I saw this series of pictures of the elections in Honduras by the Honduran documentary photographer Delmer Membreño on his Facebook page. And I remembered the pictures Christin Sandberg, my former colleague, and I took during the elections of 2009, see above: The same tension, the military and the cops everywhere, the desperation for change, at least from part of the Resistencia-movement…
So now it´s set, the future of Honduras for the four years to come, with 34 % of the votes in favour of Juan Orlando Hernández from the ruling party Partido Nacional and almost 29 % in favour of Xiomara Castro, from the Libre party, spouse of Manuel Zelaya who was kicked off the throne in the coup d’état in 2009.

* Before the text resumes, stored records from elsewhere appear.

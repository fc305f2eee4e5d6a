#!/usr/bin/python3
"""report_replay_check.py - checks a screenshot of a replay report.

Usage: report_replay_check.py PNG [--no-event]

Exit 0 when the picture shows what the report must draw for a section: the
load trend (gas and liquid load lines), the operating window (its flood limit
line and the trajectory's first and last colours) and the --event marker
(with --no-event: checks that the marker colour is absent, so the check is
seen to fail on a page without one). Colours are those of replay/report_html.c
and replay/report_window.c; tolerance and pixel counts as in
report_png_check.py (anti-aliasing keeps the middle of a stroke within a few
units per channel; 20 stays far from every other colour of the page).
"""
import os
import sys

sys.path.insert(0, os.path.dirname(os.path.abspath(__file__)))
from report_png_check import read_png  # noqa: E402

TOLERANCE = 20
CHECKS = {
    # name: (colour, minimum pixels)
    "gas load trend": ((0xB5, 0x44, 0x6E), 150),
    "liquid load trend": ((0x7B, 0x5E, 0x2A), 150),
    "operating window flood limit": ((0x9B, 0x1D, 0x20), 150),
    # the trajectory's dots (r 2.2, about 15 pixels each) at the start and the end
    "window trajectory, first colour": ((0x25, 0x34, 0x94), 10),
    "window trajectory, last colour": ((0xED, 0xCF, 0x28), 10),
    "event marker": ((0xD4, 0x00, 0x7A), 150),
}


def main(argv):
    if len(argv) not in (2, 3):
        print("# usage: report_replay_check.py PNG [--no-event]")
        return 2
    no_event = len(argv) == 3 and argv[2] == "--no-event"
    w, h, pixels = read_png(argv[1])
    counts = {}
    for p in pixels:
        counts[p] = counts.get(p, 0) + 1
    problems = []
    for name, (ref, least) in CHECKS.items():
        n = sum(c for p, c in counts.items()
                if max(abs(p[0] - ref[0]), abs(p[1] - ref[1]), abs(p[2] - ref[2])) <= TOLERANCE)
        print("# %-34s #%02x%02x%02x: %d pixels" % (name, ref[0], ref[1], ref[2], n))
        if name == "event marker" and no_event:
            if n >= least:
                problems.append("event marker drawn on a page without --event")
        elif n < least:
            problems.append("%s: %d pixels, want >= %d" % (name, n, least))
    for p in problems:
        print("# " + p)
    return 1 if problems else 0


if __name__ == "__main__":
    sys.exit(main(sys.argv))
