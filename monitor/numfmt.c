/*
 * numfmt.c - see numfmt.h.
 */
#include "numfmt.h"

#include <assert.h>
#include <math.h>
#include <stdio.h>
#include <stdbool.h>
#include <stdint.h>
#include <stdlib.h>
#include <string.h>
#if defined(__SSE2__)
#include <emmintrin.h>
#endif

/*
 * The fast path of numfmt_full, without printf: exact integer arithmetic in
 * 128 bits (a GCC and clang extension) gives the same text as the printf
 * loop below for |v| in [1e-16, 1e17), where results live; anything else
 * (zero, subnormals, tiny and huge values) returns -1 and takes the printf
 * loop, which defines the text.
 *
 * The double is taken apart by its bits: |v| = M 2^E2 with M the 53-bit
 * significand. For the decimal exponent e (10^e <= |v| < 10^(e+1)) and
 * k = 16 - e (0 <= k <= 32), the scaled value X = |v| 10^k lies in
 * [10^16, 10^17) and is exactly N / 2^sh with N = M 5^k (< 2^53 5^32 < 2^128)
 * and sh = -(E2 + k): its integer part t17 (the 17 digits truncated) and
 * the exact rest r = N mod 2^sh give every rounding that %.15g, %.16g and
 * %.17g make, half to even on the exact value as glibc's printf rounds.
 * e is estimated from E2 (floor(x log10 2) = (x 78913) >> 18 for
 * |x| <= 1650, as in Ryu) and is that or one more; t17 tells which.
 *
 * A P-digit candidate Q (in units of X: t17 + D with |D| <= 100) reads back
 * as v when it lies within half an ulp of v, H = 5^k 2^(-sh-1) in units of
 * X: 2 |D 2^sh - r| <= 5^k, strictly when M is odd (strtod's ties go to the
 * even significand). Below a power of two (M = 2^52) the gap to the next
 * double down is half as wide, and so is the bound on that side.
 * Bounds: sh <= 75, so |D 2^sh - r| < 2^83.
 */
typedef unsigned __int128 u128;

Scenery: Maintain the biggest social gaps of Latin America, the highest levels of violence in the world, among the highest levels of migration, among the highest levels of murders of journalists …Iron fists against violence, more military…
Did you want this, Honduras?
Apparently. But the Resistencia is going out on the streets this afternoon , protesting against alleged fraud in the elections. But the EU and the OAS have given their verdict: the elections were transparent. Ni modo, Resistencia, you have to wait another four years.
So do we others. Among other things, Xiomara Castro promised prevention and rehabilitation as means of combatting violence, as well as community police, with reference mainly to the gangs.
The gangs of Honduras, in May, announced that they wanted to follow El Salvador´s example and introduce truce between themselves. In the rest of the region we sighed a small, hopeful sigh of relief, well knowing it would be difficult with the weak institutions and the infiltration of organized crime at all levels of society.
The elections gave new hope – and the people who are fighting for a new Honduras did well in the elections, but not well enough! They will hopefully do even better next time.
Two steps forward, one step back.
Update Dec. 4th.: Things are complicated in Honduras. The Guardian reports on too many reports of rampant vote-buying, fraud and violence. The role of the OEA and the EU as the watch-dogs of the elections is questioned here.